What the task asks: Identify, in the records below, every line where the string "boolean" appears, and copy each such line.

Dataset:

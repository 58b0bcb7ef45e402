import 'server-only';
import { and, asc, eq, sql } from 'drizzle-orm';
import { db } from '../client';
import { journals } from '../schema/journals';
import { muslins } from '../schema/muslins';
import { patternVersions } from '../schema/pattern-versions';
import { patterns } from '../schema/patterns';
import { rounds } from '../schema/rounds';
import { wearers } from '../schema/wearers';
import { latestBody } from './latest-body';
import { roundFacts } from './round-facts';
import { noteLook } from './sharing';
import type { Viewer } from './viewer';
import { roundFittableBy, roundVisibleTo } from './visible-to';

/**
 * Everything the reading of a journal stands on: who it is for, and every round that the viewer may see with what was found in
 * it, oldest first. That someone invited looked is noted. Null when there is none to see.
 */
export async function findDesk(viewer: Viewer, journalId: string) {
  const rows = await db()
    .select({
      journalId: journals.id,
      journalName: journals.name,
      isOwner: sql<boolean>`${journals.ownerId} = ${viewer.userId}`,
      isSettled: sql<boolean>`${journals.settledAt} is not null`,
      wearerName: wearers.name,
      fittedFor: wearers.fittedFor,
      shape: wearers.shape,
      body: latestBody,
      patternName: patterns.name,
      garment: patterns.garment,
      round: {
        id: rounds.id,
        number: rounds.number,
        begun: rounds.begun,
        wornOn: rounds.wornOn,
        note: rounds.note,
        hangsCleanAt: rounds.hangsCleanAt,
        version: rounds.version,
        mayFit: sql<boolean>`(${roundFittableBy(viewer)})`,
        cut: muslins.cut,
        cloth: muslins.cloth,
        clothKind: muslins.clothKind,
        stretchPercent: muslins.stretchPercent,
        isOnGrain: muslins.isOnGrain,
        size: muslins.size,
        ...roundFacts(viewer.userId),
      },
    })
    .from(rounds)
    .innerJoin(muslins, eq(muslins.id, rounds.muslinId))
    .innerJoin(journals, eq(journals.id, rounds.journalId))
    .innerJoin(wearers, eq(wearers.id, journals.wearerId))
    .innerJoin(patternVersions, eq(patternVersions.id, journals.patternVersionId))
    .innerJoin(patterns, eq(patterns.id, patternVersions.patternId))
    .where(and(eq(rounds.journalId, journalId), roundVisibleTo(viewer)))
    .orderBy(asc(rounds.number));
  const [first] = rows;
  if (!first) return null;
  if (!first.isOwner) await noteLook(viewer, journalId);
  const { round: _round, ...head } = first;
  return { ...head, rounds: rows.map((row) => row.round) };
}
export type DeskDto = NonNullable<Awaited<ReturnType<typeof findDesk>>>;
export type DeskRoundDto = DeskDto['rounds'][number];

Solution for this exercise:
      isOwner: sql<boolean>`${journals.ownerId} = ${viewer.userId}`,
      isSettled: sql<boolean>`${journals.settledAt} is not null`,
        mayFit: sql<boolean>`(${roundFittableBy(viewer)})`,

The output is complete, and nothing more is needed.